Physics Floats Your Boat


Makayla Thomas

Ian Jones and Seth Villanueva paddle across the SJHHS pool in their hand made boat hoping to finish with the best time for the five extra credit points.

Cardboard and water are not two terms ordinarily used side by side, but in the final Physics project this year at SJHHS they went hand in hand. On June 3rd, Mr. Trumble’s physics class  tested the very first physics boat project where students had to sail across the pool in a cardboard boat capable of keeping them afloat.

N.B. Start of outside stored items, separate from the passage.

"""The 1-km land mask: known places, coast distances, packing and the cache."""

from __future__ import annotations

import os
import zipfile

import numpy as np
import pytest

from driftloop import geodesy, landmask

# Places whose land/sea status is common geographic knowledge.
SEA = {
    "Gulf of Guinea, 0N 0E": (0.0, 0.0),
    "central Pacific": (0.0, -150.0),
    "central North Atlantic": (30.0, -40.0),
    "central Indian Ocean": (-20.0, 80.0),
    "near the North Pole (Arctic Ocean)": (89.9, 0.0),
}
LAND = {
    "central Paris": (48.8566, 2.3522),
    "central Australia": (-25.0, 134.0),
    "Sahara": (23.0, 10.0),
    "Siberia": (62.0, 100.0),
    "Amazon basin": (-3.5, -62.0),
    "Antarctic interior": (-80.0, 0.0),
}

# Off the west coast of Portugal: at 39 N the first land cell along the
# parallel lies near 9.424 W (from the mask), about 6.6 km east of this point.
COASTAL_SEA = (39.0, -9.5)


@pytest.fixture(scope="module")
def bits():
    return landmask.land_bits()


def test_packed_mask_shape(bits):
    assert bits.shape == (21600, 5400)
    assert bits.dtype == np.uint8
    assert not bits.flags.writeable


@pytest.mark.parametrize("name", sorted(SEA))
def test_known_sea(bits, name):
    lat, lon = SEA[name]
    assert not landmask.is_land(lat, lon)


@pytest.mark.parametrize("name", sorted(LAND))
def test_known_land(bits, name):
    lat, lon = LAND[name]
    assert landmask.is_land(lat, lon)


def test_is_land_vectorised_and_invalid_inputs(bits):
    lats = np.array([[0.0, 48.8566], [np.nan, 95.0]])
    lons = np.array([[0.0, 2.3522], [0.0, 0.0]])
    result = landmask.is_land(lats, lons)
    assert result.shape == (2, 2)
    assert result.tolist() == [[False, True], [False, False]]
    assert not landmask.is_land(np.inf, 0.0)
    assert not landmask.is_land(0.0, np.nan)


def test_longitude_wraps(bits):
    lat, lon = LAND["central Australia"]
    assert landmask.is_land(lat, lon + 360.0)
    assert landmask.is_land(lat, lon - 360.0)
    rng = np.random.default_rng(3)
    lats = rng.uniform(-60, 70, 2000)
    lons = rng.uniform(-180, 180, 2000)
    np.testing.assert_array_equal(landmask.is_land(lats, lons), landmask.is_land(lats, lons + 360))


def test_is_land_matches_raw_archive_rows(bits):
    # Independent check of the indexing and bit order: decompress a band of
    # rows straight from the archive (rows 840-899, about 82.5-83 N, through
    # the coasts of Greenland and Ellesmere Island) and compare cell centres.
    first, count = 840, 60
    with zipfile.ZipFile(landmask.mask_source()) as archive, archive.open("mask.npy") as f:
        version = np.lib.format.read_magic(f)
        assert version in ((1, 0), (2, 0))
        shape, _, _ = (np.lib.format.read_array_header_1_0(f) if version == (1, 0)
                       else np.lib.format.read_array_header_2_0(f))
        f.read(first * shape[1])
        sea = np.frombuffer(f.read(count * shape[1]), dtype=bool).reshape(count, shape[1])
    rows = np.arange(first, first + count)
    cols = np.arange(0, shape[1], 7)
    lat = 90.0 - (rows + 0.5) / 120.0
    lon = -180.0 + (cols + 0.5) / 120.0
    lat_g, lon_g = np.meshgrid(lat, lon, indexing="ij")
    expected = ~sea[:, ::7]
    assert expected.any() and (~expected).any()
    np.testing.assert_array_equal(landmask.is_land(lat_g, lon_g), expected)


def test_land_within_near_a_coast(bits):
    lat, lon = COASTAL_SEA
    assert not landmask.is_land(lat, lon)
    assert not landmask.land_within(lat, lon, 5.0)
    assert landmask.land_within(lat, lon, 8.0)
    assert landmask.land_within(lat, lon, 10.0)
    # the flip agrees with the geodesic distance to the first land cell east
    lons = np.arange(lon, lon + 0.2, 0.0005)
    coast_lon = lons[np.argmax(landmask.is_land(np.full(lons.size, lat), lons))]
    distance_km = float(geodesy.inverse(lon, lat, coast_lon, lat).distance_m) / 1e3
    assert 5.0 < distance_km < 8.0


def test_land_within_open_ocean_and_inland(bits):
    lat, lon = SEA["central Pacific"]
    assert not landmask.land_within(lat, lon, 50.0)
    lat, lon = LAND["central Paris"]
    assert landmask.land_within(lat, lon, 0.0)
    assert landmask.land_within(lat, lon, 1.0)


def test_land_within_zero_radius_is_is_land(bits):
    rng = np.random.default_rng(11)
    lats = rng.uniform(30, 60, 3000)
    lons = rng.uniform(-15, 30, 3000)
    np.testing.assert_array_equal(landmask.land_within(lats, lons, 0.0),
                                  landmask.is_land(lats, lons))


def test_land_within_against_brute_force(bits):
    # Every cell whose centre is within the radius must be found; cells
    # only overlapping the circle may add a little (less than a cell).
    rng = np.random.default_rng(5)
    lats = rng.uniform(82.0, 83.4, 300)  # the band read above is rows 792-960
    lons = rng.uniform(-80, -20, 300)
    radius_km = 4.0
    found = landmask.land_within(lats, lons, radius_km)
    for k in range(lats.size):
        inside = _cells_within(lats[k], lons[k], radius_km)
        centre_land = landmask.is_land(inside[0], inside[1]).any()
        if centre_land:
            assert found[k]
        wider = _cells_within(lats[k], lons[k], radius_km + 1.5)
        if found[k]:
            assert landmask.is_land(wider[0], wider[1]).any()
    assert found.any() and (~found).any()


def test_land_within_is_fast(bits):
    import time

    rng = np.random.default_rng(0)
    lats = rng.uniform(-70, 70, 100_000)
    lons = rng.uniform(-180, 180, 100_000)
    landmask.land_within(lats[:10], lons[:10], 10.0)  # builds the coarse table
    start = time.perf_counter()
    landmask.land_within(lats, lons, 10.0)
    assert time.perf_counter() - start < 1.0


def test_land_within_near_poles_and_antimeridian(bits):
    assert landmask.land_within(-89.99, 0.0, 10.0)  # Antarctica under the pole
    assert not landmask.land_within(89.95, 45.0, 20.0)  # Arctic Ocean
    # find a row whose last cell west of 180 E is land while the 20 cells
    # east of it are sea: from the second cell east of the meridian the
    # nearest land in that row lies across the wrap
    rows = np.arange(21600)
    lat = 90.0 - (rows + 0.5) / 120.0
    west = landmask.is_land(lat, 180.0 - 0.5 / 120.0)
    east = np.zeros(rows.size, dtype=bool)
    for k in range(20):
        east |= landmask.is_land(lat, -180.0 + (k + 0.5) / 120.0)
    candidates = np.flatnonzero(west & ~east & (np.abs(lat) < 75))
    assert candidates.size
    phi = lat[candidates[0]]
    lon = -180.0 + 1.5 / 120.0
    reach_km = float(geodesy.inverse(lon, phi, 180.0 - 0.5 / 120.0, phi).distance_m) / 1e3
    assert not landmask.land_within(phi, lon, 0.2)  # its own (sea) cell only
    assert landmask.land_within(phi, lon, reach_km)
    assert landmask.land_within(phi, lon + 360.0, reach_km)
    assert landmask.land_within(phi, lon - 360.0, reach_km)


def test_land_within_rejects_bad_radius(bits):
    with pytest.raises(ValueError, match="radius_km"):
        landmask.land_within(0.0, 0.0, -1.0)
    with pytest.raises(ValueError, match="radius_km"):
        landmask.land_within(0.0, 0.0, float("nan"))
    assert landmask.land_within([np.nan], [0.0], 5.0).tolist() == [False]


def test_cache_dir_precedence(monkeypatch, tmp_path):
    monkeypatch.setenv("DRIFTLOOP_CACHE_DIR", str(tmp_path / "explicit"))
    monkeypatch.setenv("XDG_CACHE_HOME", str(tmp_path / "xdg"))
    assert landmask.cache_dir() == tmp_path / "explicit"
    monkeypatch.delenv("DRIFTLOOP_CACHE_DIR")
    assert landmask.cache_dir() == tmp_path / "xdg" / "driftloop"
    monkeypatch.delenv("XDG_CACHE_HOME")
    monkeypatch.setenv("HOME", str(tmp_path / "home"))
    assert landmask.cache_dir() == tmp_path / "home" / ".cache" / "driftloop"


def test_cache_is_written_atomically_and_memory_mapped(bits, monkeypatch, tmp_path):
    cache = tmp_path / "cache"
    monkeypatch.setenv("DRIFTLOOP_CACHE_DIR", str(cache))
    monkeypatch.setattr(landmask, "_bits", None)
    monkeypatch.setattr(landmask, "_block_table", None)
    built = landmask.land_bits()
    files = os.listdir(cache)
    assert len(files) == 1 and files[0].endswith(".npy")  # no temporary file left
    assert isinstance(built, np.memmap)
    np.testing.assert_array_equal(built, bits)
    monkeypatch.setattr(landmask, "_bits", None)
    again = landmask.land_bits()  # read back from the cache this time
    assert isinstance(again, np.memmap)
    assert os.path.samefile(again.filename, cache / files[0])


def test_unwritable_cache_keeps_mask_in_memory(bits, monkeypatch, tmp_path):
    blocker = tmp_path / "not_a_folder"
    blocker.write_text("a file where the cache folder should be")
    monkeypatch.setenv("DRIFTLOOP_CACHE_DIR", str(blocker / "cache"))
    monkeypatch.setattr(landmask, "_bits", None)
    monkeypatch.setattr(landmask, "_block_table", None)
    in_memory = landmask.land_bits()
    assert not isinstance(in_memory, np.memmap)
    assert in_memory[10800].tobytes() == bits[10800].tobytes()
    assert landmask.is_land(*LAND["central Paris"])


def _cells_within(lat: float, lon: float, radius_km: float) -> tuple[np.ndarray, np.ndarray]:
    """Centres of the mask cells whose centre lies within ``radius_km`` (geodesic)."""
    step = 1.0 / 120.0
    half_rows = int(radius_km / 0.9) + 2
    half_cols = int(radius_km / (0.9 * np.cos(np.radians(lat)))) + 2
    r0 = int(np.floor((90.0 - lat) * 120))
    c0 = int(np.floor((lon + 180.0) * 120))
    rows = np.arange(r0 - half_rows, r0 + half_rows + 1)
    cols = np.arange(c0 - half_cols, c0 + half_cols + 1)
    clat = 90.0 - (rows + 0.5) * step
    clon = -180.0 + (cols + 0.5) * step
    glat, glon = np.meshgrid(clat, clon, indexing="ij")
    d = geodesy.inverse(lon, lat, glon, glat).distance_m
    keep = d <= radius_km * 1e3
    return glat[keep], glon[keep]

The design of the vessel must apply the scientific principles of stability, thrust, center of flotation, as well as Archimede’s principle. This principle states that an object placed in water will be forced up due to the displacement of the water, shown by the boat in the water. Beroulli’s Principle is also used, meaning the speed of an object on water decreases the pressure.  These are lessons physics students have learned throughout the course and are now able to apply to an exciting hands on project.

To construct the boat, students can only use cardboard, duct tape,  and water proof paint, but can not use anything that can enhance the structure or performance of the boat such as construction paper or plastic.

Owen Grulkowsi shared his plans for his boat design, which is a six foot long rectangular design with a pointed nose that was built to maximize structural support, sturdiness, and keep the water out. Grulkowsi’s boat can support both his partner and himself and they will either make paddles or use their hands to propel their vessel forward. The boat with the best time will be rewarded five extra credit points and bragging rights. “We just went for it and hopefully it will work out good” said Grulkowsi.

Haley Blatman is in the process of designing a boat with her partner that is similar to Grulkowsi’s as it is also six feet long, but has more of a long, narrow shape. “Cardboard, tape, and paint. We’re allowed to use different types of paint so long as it’s not toxic or won’t float off into the pool” said Blatman.

Though in past years of  experiments at Canyon High School, students have “dressed up in costumes relating to boats or even opposing schools or sports teams” said Trumble. Also at Canyon High School, after a 35 year old physic boat tradition they had over 500 people on the pool deck watching the action take place. Trumble claimed this year’s project is a test run and could possibly turn out to be something bigger in years to come.

Students are required to build their boat at home, and then the day the project takes place they will sit in their boat and then will be timed as they paddle their boat across the pool-if their boat even makes it! “It’s hard because not everyone can contribute, but so far I am confident in my project,” states Christina Farias.